While he and Susan had a traditional marriage for the first 25 years, raising three children with Susan as the stay-at-home mom, in 1977 Susan moved to San Francisco to pursue her dream of becoming a singer. Buffett was a mess, unable to look after himself, and Susan — worried about her husband’s well-being — asked local waitress, Astrid Menks, to look after Buffett.

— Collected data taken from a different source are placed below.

/** The multilateration accuracy per volume that asks for one, and where the maps are. */
function mlatText(m: MlatOutputs, volumes: readonly Vol[], outDir: string): string {
  const lines = [
    '',
    `multilateration: ${m.receiverSites.length} receivers; a fix needs ${m.minReceivers} (${m.altitudeKnown ? 'the altitude reported' : 'the altitude not used'}); 1σ horizontal DRMS in ${outDir}/mlat-accuracy-FL….tif and .geojson`,
  ];
  if (m.volumes.length > 0) {
    lines.push(
      `  ${'volume'.padEnd(28)} ${'level'.padEnd(6)} ${'bound m'.padStart(8)} ${'a fix'.padStart(8)} ${'median m'.padStart(9)} ${'meets'.padStart(8)}`,
    );
    for (const a of m.volumes) {
      const name = volumes.find((v) => v.id === a.volumeId)?.name ?? a.volumeId;
      lines.push(
        `  ${name.slice(0, 28).padEnd(28)} ${formatFl(a.flightLevel).padEnd(6)} ${a.requiredM.toFixed(0).padStart(8)} ${(a.fixPct.toFixed(1) + ' %').padStart(8)} ${(a.medianM === null ? '—' : a.medianM.toFixed(0)).padStart(9)} ${(a.metPct.toFixed(1) + ' %').padStart(8)}`,
      );
    }
  }
  return lines.join('\n');
}

/** `--k-sweep 1.3333,1,0.6667`: each k checked as the scenario's kFactor is (the ducting refusal included). */
function parseKSweep(text: string | undefined): number[] | undefined {
  if (text === undefined) return undefined;
  const parts = text.split(',').map((x) => x.trim());
  const values = parts.map(Number);
  if (parts.length === 0 || parts.some((x) => x === '') || values.some((v) => !Number.isFinite(v))) {
    throw new InputError(
      '--k-sweep',
      JSON.stringify(text),
      'effective-earth factors k, comma-separated, e.g. 1.3333,1,0.6667,0.5',
    );
  }
  return values.map((k) => parseWith(KFactorSchema, k, () => '--k-sweep'));
}

interface KSweepRow {
  volumeId: string;
  flightLevel: number;
  meetsPct: Record<string, number>;
  /** Percentage points lost at each k against the scenario's k (positive = lost). */
  lostPts: Record<string, number>;
}

function kSweepTable(
  k0: number,
  base: readonly VolumeLevelStats[],
  cases: { kFactor: number; volumes: VolumeLevelStats[] }[],
  volumes: readonly Vol[],
): { rows: KSweepRow[]; text: string } {
  const label = (k: number) => `k=${+k.toFixed(4)}`;
  const rows: KSweepRow[] = base.map((b) => {
    const meetsPct: Record<string, number> = { [label(k0)]: round1(b.meetsRequirementPct) };
    const lostPts: Record<string, number> = {};
    for (const c of cases) {
      const st = c.volumes.find((x) => x.volumeId === b.volumeId && x.flightLevel === b.flightLevel)!;
      meetsPct[label(c.kFactor)] = round1(st.meetsRequirementPct);
      lostPts[label(c.kFactor)] = round1(b.meetsRequirementPct - st.meetsRequirementPct);
    }
    return { volumeId: b.volumeId, flightLevel: b.flightLevel, meetsPct, lostPts };
  });
  const ks = [k0, ...cases.map((c) => c.kFactor)];
  const lines = [
    'refraction cases: share of each volume meeting its requirement (%), and what is lost against k = ' +
      `${+k0.toFixed(4)} (points)`,
    `  ${'volume'.padEnd(28)} ${'level'.padEnd(6)} ${ks.map((k) => label(k).padStart(10)).join(' ')}   lost at the lowest k`,
  ];
  const lowest = label(Math.min(...cases.map((c) => c.kFactor)));
  for (const r of rows) {
    const name = volumes.find((v) => v.id === r.volumeId)?.name ?? r.volumeId;
    lines.push(
      `  ${name.slice(0, 28).padEnd(28)} ${formatFl(r.flightLevel).padEnd(6)} ${ks
        .map((k) => `${r.meetsPct[label(k)].toFixed(1)}`.padStart(10))
        .join(' ')}   ${(r.lostPts[lowest] ?? 0).toFixed(1).padStart(6)}`,
    );
  }
  return { rows, text: lines.join('\n') + '\n' };
}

What ensued was a unique symbiosis and respect between the trio, with the three sending out holiday cards including all of their names. When asked about his arrangement, Buffett put it like this: “Susie put me together, and Astrid keeps me together.”
When Susan died from cancer in 2004, he was devastated. He married Astrid — whom is like-minded in frugality — two years later in a quiet civil ceremony at his daughter Susie’s home.
The finance titan’s life is the realization of living by his own rules and leadership wisdom. Buffett is a true radical and visionary.
Here are five leadership lessons we can glean from his life.
1. Mine your area of expertise.
Buffett is a longtime value investor, considered a somewhat stodgy, old-fashioned strategy versus the more new-fangled growth investing that is associated with tech investing.
The “Oracle from Omaha” invests in stocks that have been undervalued by the market but have good instrinsic value — and then waits for the market to recognize the value. His approach sometimes takes years for a payoff, but his success motto is that he’ll take a certain payoff over a big one any day.
And his investment philosophy has certainly paid off, with a 22 percent annual return for Berkshire Hathaway from 1964-2005.
Some of his best known investment successes have been with American companies, such as Coca Cola, Geico and Gilette, but Buffett also saw the future in China and did very well investing in China’s main oil company PetroChina in 2002 and 2003, which earned Berkshire Hathaway back $3.6 billion when he unloaded the shares four years later.
Buffett gained a rep for being averse to tech stocks for the majority of his career, but it appears that this aversion has changed since Berkshire Hathaway invested billions of dollars in IBM and Verizon stocks in 2011 and more recently, when this month he surprised the investment world by buying $1 billion in Apple stocks. But is this really that much of a surprise?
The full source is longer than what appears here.